Understanding Google’s Page Quality Rating

Understanding Google’s Page Quality Rating #SEO

There are a lot of factors and metrics that Google considers when evaluating a website or page. One such metric is the Page Quality check, this check pertains to the quality of the main content(MC), supplemental content(SC), site reputation, and the E-A-T.

The first step to a Page Quality rating is for Google to be able to assess the true purpose of your page. Websites and pages without a beneficial purpose, or a site that was created with no attempt to help users(or with malicious intend) tend to receive the Lowest rating.

For pages that do serve a beneficial purpose, the amount of expertise, authoritativeness, and trustworthiness (E-A-T) becomes very important.

The Page Quality rating spans from Lowest, Low, Medium, High, to Highest.
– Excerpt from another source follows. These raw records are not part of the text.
class RuleEditor(QWidget):
    """Edits one rule file as a form and as text, both kept in sync.

    Signals
    -------
    text_changed(str)
        The rule text changed, by typing or through the form; sent once typing pauses
        (about 300 ms), never for :meth:`set_text`.
    validity_changed(bool, str)
        Whether the text is a valid rule file, and the one-line error message ("" when valid).
    save_requested(str)
        Ctrl+S (the platform's Save keys) inside the editor, with the current text.
    """

    text_changed = Signal(str)
    validity_changed = Signal(bool, str)
    save_requested = Signal(str)

    def __init__(self, parent: QWidget | None = None) -> None:
        super().__init__(parent)
        self._text = ""
        self._plain = ""
        self._crlf = False
        self._applying = False
        self._parse_pending = False
        self._emit_pending = False
        self._read_only = False
        self._error: RuleError | None = None
        self._validity: tuple[bool, str] | None = None

        self.form = RuleForm()
        self.form.edited.connect(self._form_edited)

        self.text_edit = QPlainTextEdit()
        self.text_edit.setObjectName("ruleText")
        font = QFontDatabase.systemFont(QFontDatabase.SystemFont.FixedFont)
        self.text_edit.setFont(font)
        self.text_edit.setLineWrapMode(QPlainTextEdit.LineWrapMode.NoWrap)
        self.text_edit.setTabStopDistance(4 * self.text_edit.fontMetrics().horizontalAdvance(" "))
        self.text_edit.setToolTip("The rule file as text (TOML). Edits here update the form "
                                  "once the text is valid; Ctrl+S saves a new revision.")
        self.highlighter = TomlHighlighter(self.text_edit.document(), self.text_edit.palette())
        self.text_edit.textChanged.connect(self._text_edited)
        self.text_edit.cursorPositionChanged.connect(self._show_cursor_position)

        self.message = QLabel()
        self.message.setObjectName("ruleMessage")
        self.message.setWordWrap(True)
        self.message.setTextInteractionFlags(Qt.TextInteractionFlag.TextSelectableByMouse)
        self.cursor_label = QLabel()
        self.cursor_label.setAlignment(Qt.AlignmentFlag.AlignRight | Qt.AlignmentFlag.AlignTop)
        self._error_colour = _error_colour(self.palette())

        self._settle = QTimer(self)
        self._settle.setSingleShot(True)
        self._settle.setInterval(SETTLE_MS)
        self._settle.timeout.connect(self._settled)

        text_side = QWidget()
        text_layout = QVBoxLayout(text_side)
        text_layout.setContentsMargins(0, 0, 0, 0)
        text_layout.addWidget(self.text_edit, 1)
        status = QHBoxLayout()
        status.addWidget(self.message, 1)
        status.addWidget(self.cursor_label)
        text_layout.addLayout(status)

        self.splitter = QSplitter(Qt.Orientation.Horizontal)
        self.splitter.setChildrenCollapsible(False)
        self.splitter.addWidget(self.form)
        self.splitter.addWidget(text_side)
        self.splitter.setStretchFactor(0, 4)
        self.splitter.setStretchFactor(1, 5)
        self.splitter.setSizes([420, 560])
        layout = QVBoxLayout(self)
        layout.setContentsMargins(0, 0, 0, 0)
        layout.addWidget(self.splitter)

        self.form.set_spec(None)
        self.form.set_out_of_date(_NO_RULES)
        self._show_cursor_position()
        app = QApplication.instance()
        if isinstance(app, QApplication):
            app.focusChanged.connect(self._focus_changed)

    # --- public API -----------------------------------------------------------------------------

    def set_text(self, text: str) -> None:
        """Load a rule text (a stored revision); sends no ``text_changed``.

        The undo history starts afresh, the form follows the text at once when it is valid,
        and ``validity_changed`` reports the new state if it differs.
        """
        self._settle.stop()
        self._emit_pending = False
        self._applying = True
        try:
            self.text_edit.setPlainText(text)
        finally:
            self._applying = False
        self._text = text
        self._plain = self.text_edit.toPlainText()
        self._crlf = "\r\n" in text
        self._reread()

    def text(self) -> str:
        """The current rule text, exactly as loaded, typed or written by the form."""
        return self._text

    def set_market_choices(self, symbols: list[str]) -> None:
        """Markets offered by the form's market list (markets named in the text stay listed)."""
        self.form.set_market_choices(symbols)

    def set_read_only(self, read_only: bool) -> None:
        """Show the rule without allowing changes (text and form); Ctrl+S is then ignored."""
        self._read_only = read_only
        self.text_edit.setReadOnly(read_only)
        self.form.set_read_only(read_only)

    def is_read_only(self) -> bool:
        """Whether changes are blocked."""
        return self._read_only

    def error_message(self) -> str | None:
        """The one-line message of the text's error, or ``None`` when the text is valid."""
        return str(self._error) if self._error is not None else None

    def error_range(self) -> tuple[int, int] | None:
        """The underlined part of the document as (start, end) positions, or ``None``."""
        selections = self.text_edit.extraSelections()
        if not selections:
            return None
        cursor = selections[0].cursor
        return cursor.selectionStart(), cursor.selectionEnd()

    # --- keys ---------------------------------------------------------------------------------

    def event(self, event: QEvent) -> bool:
        """Claim the Save keys for this editor while focus is inside it (before window-wide
        shortcuts), so Ctrl+S here always means "save this rule"."""
        if (event.type() == QEvent.Type.ShortcutOverride and isinstance(event, QKeyEvent)
                and event.matches(QKeySequence.StandardKey.Save)):
            event.accept()
            return True
        return super().event(event)

    def keyPressEvent(self, event: QKeyEvent) -> None:  # noqa: N802 (Qt override)
        """Ctrl+S sends ``save_requested`` with the current text (not when read-only)."""
        if event.matches(QKeySequence.StandardKey.Save):
            event.accept()
            if not self._read_only:
                self._flush()
                self.save_requested.emit(self._text)
            return
        super().keyPressEvent(event)

    # --- text to form -------------------------------------------------------------------------

    def _text_edited(self) -> None:
        if self._applying:
            return
        plain = self.text_edit.toPlainText()
        if plain == self._plain:
            return  # only colours changed (the highlighter re-formats the document)
        self._plain = plain
        self._text = plain.replace("\n", "\r\n") if self._crlf else plain
        self._parse_pending = True
        self._emit_pending = True
        self._settle.start()

    def _settled(self) -> None:
        if self._parse_pending:
            self._reread()
        if self._emit_pending:
            self._emit_pending = False
            self.text_changed.emit(self._text)

    def _flush(self) -> None:
        """Re-read the text now if typing is still waiting for its pause."""
        if self._parse_pending:
            self._settle.stop()
            self._settled()

    def _focus_changed(self, _old: QWidget | None, new: QWidget | None) -> None:
        # Entering the form while the text waits to be re-read: bring the form up to date first,
        # so a change made in the form starts from what the text says.
        if new is not None and self._parse_pending and self.form.isAncestorOf(new):
            self._flush()

    def _reread(self) -> None:
        """Parse the text; refill the form when valid, else show and underline the error."""
        self._parse_pending = False
        try:
            spec = parse_rules(self._text)
        except RuleError as error:
            self._show_error(error)
            if not self._text.strip():
                self.form.set_spec(None)
                self.form.set_out_of_date(_NO_RULES)
            elif not self.form.is_out_of_date():
                self.form.set_out_of_date(_OUT_OF_DATE)
            return
        self.form.set_spec(spec)
        self.form.set_problem(None)
        self.form.set_out_of_date(None)
        self._show_valid(spec)

    # --- form to text -------------------------------------------------------------------------

    def _form_edited(self) -> None:
        if self._read_only:
            return
        if self._parse_pending:
            self._flush()
            return
        try:
            spec = self.form.spec()
            new_text = dump_rules(spec, original=self._text)
        except RuleError as error:
            self.form.set_problem(str(error))
            return
        self.form.set_problem(None)
        self._replace_text(new_text)
        self._plain = self.text_edit.toPlainText()
        self._text = new_text
        self._emit_pending = True
        self._settle.start()
        self._show_valid(parse_rules(new_text))

    def _replace_text(self, new_text: str) -> None:
        """Change the document to ``new_text`` by replacing only the part that differs, as one
        undoable step (the cursor and scroll position stay where they were)."""
        old = self.text_edit.toPlainText()
        new = new_text.replace("\r\n", "\n")
        prefix = 0
        limit = min(len(old), len(new))
        while prefix < limit and old[prefix] == new[prefix]:
            prefix += 1
        suffix = 0
        while (suffix < limit - prefix
               and old[len(old) - 1 - suffix] == new[len(new) - 1 - suffix]):
            suffix += 1
        cursor = QTextCursor(self.text_edit.document())
        cursor.setPosition(_qt_position(old, prefix))
        cursor.setPosition(_qt_position(old, len(old) - suffix), QTextCursor.MoveMode.KeepAnchor)
        self._applying = True
        try:
            cursor.beginEditBlock()
            cursor.insertText(new[prefix: len(new) - suffix])
            cursor.endEditBlock()
        finally:
            self._applying = False

    # --- showing the state --------------------------------------------------------------------

    def _show_error(self, error: RuleError) -> None:
        self._error = error
        message = str(error)
        self.message.setText(message)
        self.message.setStyleSheet(f"color: {self._error_colour.name()};")
        plain = self.text_edit.toPlainText()
        span = error_span(plain, error)
        selections = []
        if span is not None:
            start, end = (_qt_position(plain, i) for i in span)
            if error.key:  # syntax errors already name their line
                line = self.text_edit.document().findBlock(start).blockNumber() + 1
                self.message.setText(f"Line {line}: {message}")
            selection = QTextEdit.ExtraSelection()
            cursor = QTextCursor(self.text_edit.document())
            cursor.setPosition(start)
            cursor.setPosition(max(end, start), QTextCursor.MoveMode.KeepAnchor)
            selection.cursor = cursor
            fmt = QTextCharFormat()
            fmt.setUnderlineStyle(QTextCharFormat.UnderlineStyle.WaveUnderline)
            fmt.setUnderlineColor(self._error_colour)
            background = QColor(self._error_colour)
            background.setAlpha(40)
            fmt.setBackground(background)
            if end <= start:
                fmt.setProperty(QTextFormat.Property.FullWidthSelection, True)
            selection.format = fmt
            selections.append(selection)
        self.text_edit.setExtraSelections(selections)
        self._report(False, message)

    def _show_valid(self, spec: RuleSpec) -> None:
        self._error = None
        self.text_edit.setExtraSelections([])
        self.highlighter.set_parameter_names(spec.parameter_names)
        sets = spec.grid_size()
        markets = len(spec.markets)
        self.message.setText(f"Valid rule file: {sets:,} parameter set{'s' * (sets != 1)} "
                             f"before the constraint, {markets} market{'s' * (markets != 1)}.")
        self.message.setStyleSheet("")
        self.message.setForegroundRole(QPalette.ColorRole.PlaceholderText)
        self._report(True, "")

    def _report(self, valid: bool, message: str) -> None:
        if self._validity != (valid, message):
            self._validity = (valid, message)
            self.validity_changed.emit(valid, message)

    def _show_cursor_position(self) -> None:
        cursor = self.text_edit.textCursor()
        self.cursor_label.setText(f"Line {cursor.blockNumber() + 1}, "
                                  f"column {cursor.positionInBlock() + 1}")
The first factor that makes up this metric pertains to the quality and presence of the main content on the page (MC). This would also include the expertise of the creator of the MC, the authoritativeness of the creator of the MC, the MC itself, and the website. If MC is present but hard to use due to disruptive ads, or irrelevant supplemental content (SC) – the rating received will be low.

Next up an assessment is done on the information of the website itself, or who is responsible for it. This also compounds whether your niche is to sell services, goods, or provide advice pertaining to health. These are classified as ‘Your Money Or Your Life’ (YMYL) sites. Metrics are much harsher on sites that fall under these categories.

Lastly, your website reputation is considered, neither high or low, mixed reputation, or no reputation yields a medium rating. While a negative reputation nets you into low – with malicious or fraudulent reputation netting you the lowest rating.

Overall, if your page demonstrated a high level of expertise, authoritative and trustworthiness for the purpose of your page – you will fall under the medium to high ratings. This tends to place you higher up on search queries since often times with a clear defined purpose, your site tends to meet the needs of the user that searched for it.